For my taste test, Niekowal pours some of the egg mixture into a skillet and it looks no different than something cracked out of a shell and whipped into a slightly runny yellow liquid. It hits the pan with a slight sizzle and stays a little runny before fluffing up and rolling once it’s been heated. The taste, however, still needs some work. The eggless eggs I ate at Hampton Creek tasted like, well, tofu. ‘We’ll tell that to our food scientists,” says Niekowal.

The Sky’s the Limit

And they’ll likely get it just right eventually. In fact, Tetrick is so confident of that that he’s looking even beyond the eggless egg and making even bigger plans to re-make food. He recently hired Dan Zigmond, responsible for managing data for Google Maps and YouTube, to make the company’s plant-based database even more nimble and productive. “We built this company around the idea that there are 400,000 plant species in the world,” says Tetrick. “Remarkably, 92% of them haven’t been explored for how to make food.”

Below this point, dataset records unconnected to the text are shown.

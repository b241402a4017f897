"""The purity accumulator for circuit ensembles: large subsystems, profiles in one pass, settings split by chunks."""

import warnings

import numpy as np
import pytest

from manybody.estimation.accumulators.purity import covering_subsystems
from manybody.estimation.driver import estimate
from manybody.estimation.setup import parse_subsystems
from manybody.measure.ensembles import GlobalEnsemble, ShallowEnsemble
from manybody.references import exact
from tests.helpers import chain, make_shadow, within


def ghz(n):
    psi = np.zeros(2**n)
    psi[0] = psi[-1] = 2**-0.5
    return psi


def test_covers_nest_subsystems():
    qubits = [np.array(q) for q in ([0], [0, 1], [0, 1, 2], [3, 4], [1, 2])]
    covers, members = covering_subsystems(qubits)
    assert [c.tolist() for c in covers] == [[0, 1, 2], [3, 4]]
    patterns = dict(m for group in members for m in group)
    assert patterns == {0: 0b001, 1: 0b011, 2: 0b111, 3: 0b11, 4: 0b110}


def test_profile_in_one_pass_equals_subsystems_one_by_one():
    # The same estimator on the same snapshots, restricted from the largest subsystem or computed alone.
    n = 8
    shadow = make_shadow(ghz(n), ShallowEnsemble(n, 2, chain(n)), 3000, seed=3)
    together = estimate(shadow, None, parse_subsystems("0;0-1;0-2;0-3", n), quantities=("purity",))
    for label in ("0", "0-1", "0-2", "0-3"):
        alone = estimate(shadow, None, parse_subsystems(label, n), quantities=("purity",))
        assert np.allclose(together.purity.sel(subsystem=label), alone.purity.values[0], rtol=1e-10, atol=1e-12)
        assert np.allclose(together.purity_err.sel(subsystem=label), alone.purity_err.values[0], rtol=1e-8)


def test_settings_split_across_chunks_give_the_same_sums():
    # Several shots per setting: pairs within a setting are left out, whatever the chunk boundaries.
    n = 6
    shadow = make_shadow(ghz(n), ShallowEnsemble(n, 1, chain(n)), 200, shots=7, seed=5)
    subsystems = parse_subsystems("0-2;1,4", n)
    whole = estimate(shadow, None, subsystems, quantities=("purity",), chunk=1 << 14)
    pieces = estimate(shadow, None, subsystems, quantities=("purity",), chunk=5)
    assert np.allclose(whole.purity.values, pieces.purity.values, rtol=1e-12)
    assert np.allclose(whole.purity_err.values, pieces.purity_err.values, rtol=1e-10)


@pytest.mark.parametrize("ens", [ShallowEnsemble(7, 2, chain(7)), GlobalEnsemble(7)], ids=["shallow2", "global"])
def test_ghz_half_system_entropy_is_ln2(ens):
    # Any cut of a GHZ state: S2 = ln 2 (a fact of the trade), here for several shots per setting.
    n = 7
    shadow = make_shadow(ghz(n), ens, 800, shots=4, seed=9)
    result = estimate(shadow, None, parse_subsystems("0-2;0,3,5;1-3", n), quantities=("purity",))
    ok, worst = within(result.purity.values, result.purity_err.values, np.full(3, 0.5), blocks=20)
    assert ok, worst


def test_ten_qubit_subsystem_from_shallow_shadows_matches_the_exact_purity():
    # Exact purity of the state's 10-qubit reduced density matrix (numpy) vs depth-2 shadows of a
    # 12-qubit chain ground state; beyond the old 6-qubit limit of circuit-ensemble purities.
    from tests.helpers import tfim_model

    n = 12
    _, psi = exact.ground_state(tfim_model(n).hamiltonian)
    qubits = list(range(1, 11))
    reference = exact.purity(exact.reduced_density_matrix(psi, qubits))
    shadow = make_shadow(psi, ShallowEnsemble(n, 2, chain(n)), 600, shots=50, seed=12)
    result = estimate(shadow, None, parse_subsystems("1-10;1-4", n), quantities=("purity",))
    small = exact.purity(exact.reduced_density_matrix(psi, [1, 2, 3, 4]))
    ok, worst = within(result.purity.values, result.purity_err.values, [reference, small])
    assert ok, worst


@pytest.mark.parametrize("shots", [1, 10])
def test_circuit_mutual_information_map_with_one_or_many_shots(shots):
    # Exact I2 of every site pair from numpy reduced density matrices of the scipy ground state;
    # with several shots per setting the pairs within a setting are left out.
    from tests.helpers import tfim_model

    n = 6
    model = tfim_model(n)
    _, psi = exact.ground_state(model.hamiltonian)
    single = [exact.purity(exact.reduced_density_matrix(psi, [q])) for q in range(n)]
    mi = np.full((n, n), np.nan)
    for a in range(n):
        for b in range(n):
            if a != b:
                mi[a, b] = np.log(exact.purity(exact.reduced_density_matrix(psi, [a, b])) / single[a] / single[b])
    shadow = make_shadow(psi, ShallowEnsemble(n, 1, chain(n)), 20000 // shots, shots=shots, seed=3)
    result = estimate(shadow, model, quantities=("mutual_information",))
    ok, worst = within(result.mutual_information.values, result.mutual_information_err.values, mi, blocks=20)
    assert ok, worst
    # the distance profile: mean I2 over the pairs at each distance (a chain: |a - b|)
    by_distance = [np.nanmean([mi[a, a + d] for a in range(n - d)] + [mi[a + d, a] for a in range(n - d)])
                   for d in range(1, n)]
    assert list(result.distance.values) == [1, 2, 3, 4, 5]
    ok, worst = within(result.mutual_information_distance.values, result.mutual_information_distance_err.values,
                       by_distance, blocks=20)
    assert ok, worst


def test_long_pair_count_pass_is_announced_before_it_starts(monkeypatch):
    # our own behaviour (no outside source): local purities of more than 8 sites cost N^2 pairs; beyond
    # PAIR_COUNT_NOTICE pairs a warning says so before the pass (the threshold lowered to see it here)
    from manybody.estimation.accumulators import purity
    from manybody.measure.ensembles import LocalEnsemble

    n = 10
    psi = np.zeros(2**n)
    psi[0] = 1.0
    shadow = make_shadow(psi, LocalEnsemble(n), 300, seed=4)
    monkeypatch.setattr(purity, "PAIR_COUNT_NOTICE", 1e4)
    with pytest.warns(RuntimeWarning, match=r"purities of 0-9 .* 4\.5e\+04 pairs"):
        estimate(shadow, None, parse_subsystems("0-9;0-3", n), quantities=("purity",))
    monkeypatch.setattr(purity, "PAIR_COUNT_NOTICE", 1e5)
    with warnings.catch_warnings():
        warnings.simplefilter("error", RuntimeWarning)
        estimate(shadow, None, parse_subsystems("0-9", n), quantities=("purity",))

And so Tetrick and his team are painstakingly annotating as much of that database as possible, with valuable information such as the proteins’ weight, their molecular properties—does it form gels? what happens when it’s heated?—and where they are grown. In order to qualify for Hampton Creek consideration, the plant can’t be a premium crop or one that requires excessive or unusual conditions to grow. That wouldn’t help to make the food a less expensive option than what we currently eat. “For the first year and a half of the company, there was a lot of grinding out information about the proteins, lots of trial and error before we started seeing things,” says Tetrick.

But the database is starting to bear fruit — the team is perfecting a super-food high in protein that could potentially address malnutrition in developing nations, as well as looking for healthier ways to sweeten foods. “The world is so addicted to soy and corn, it’s almost like we forgot about the abundance and complexity of the natural world,” he adds. “I think that’s unfortunate.” There’s a big world of plant proteins out there just waiting to be mined for taste, nutrition and health benefits. And for now at least, there’s always the eggless egg.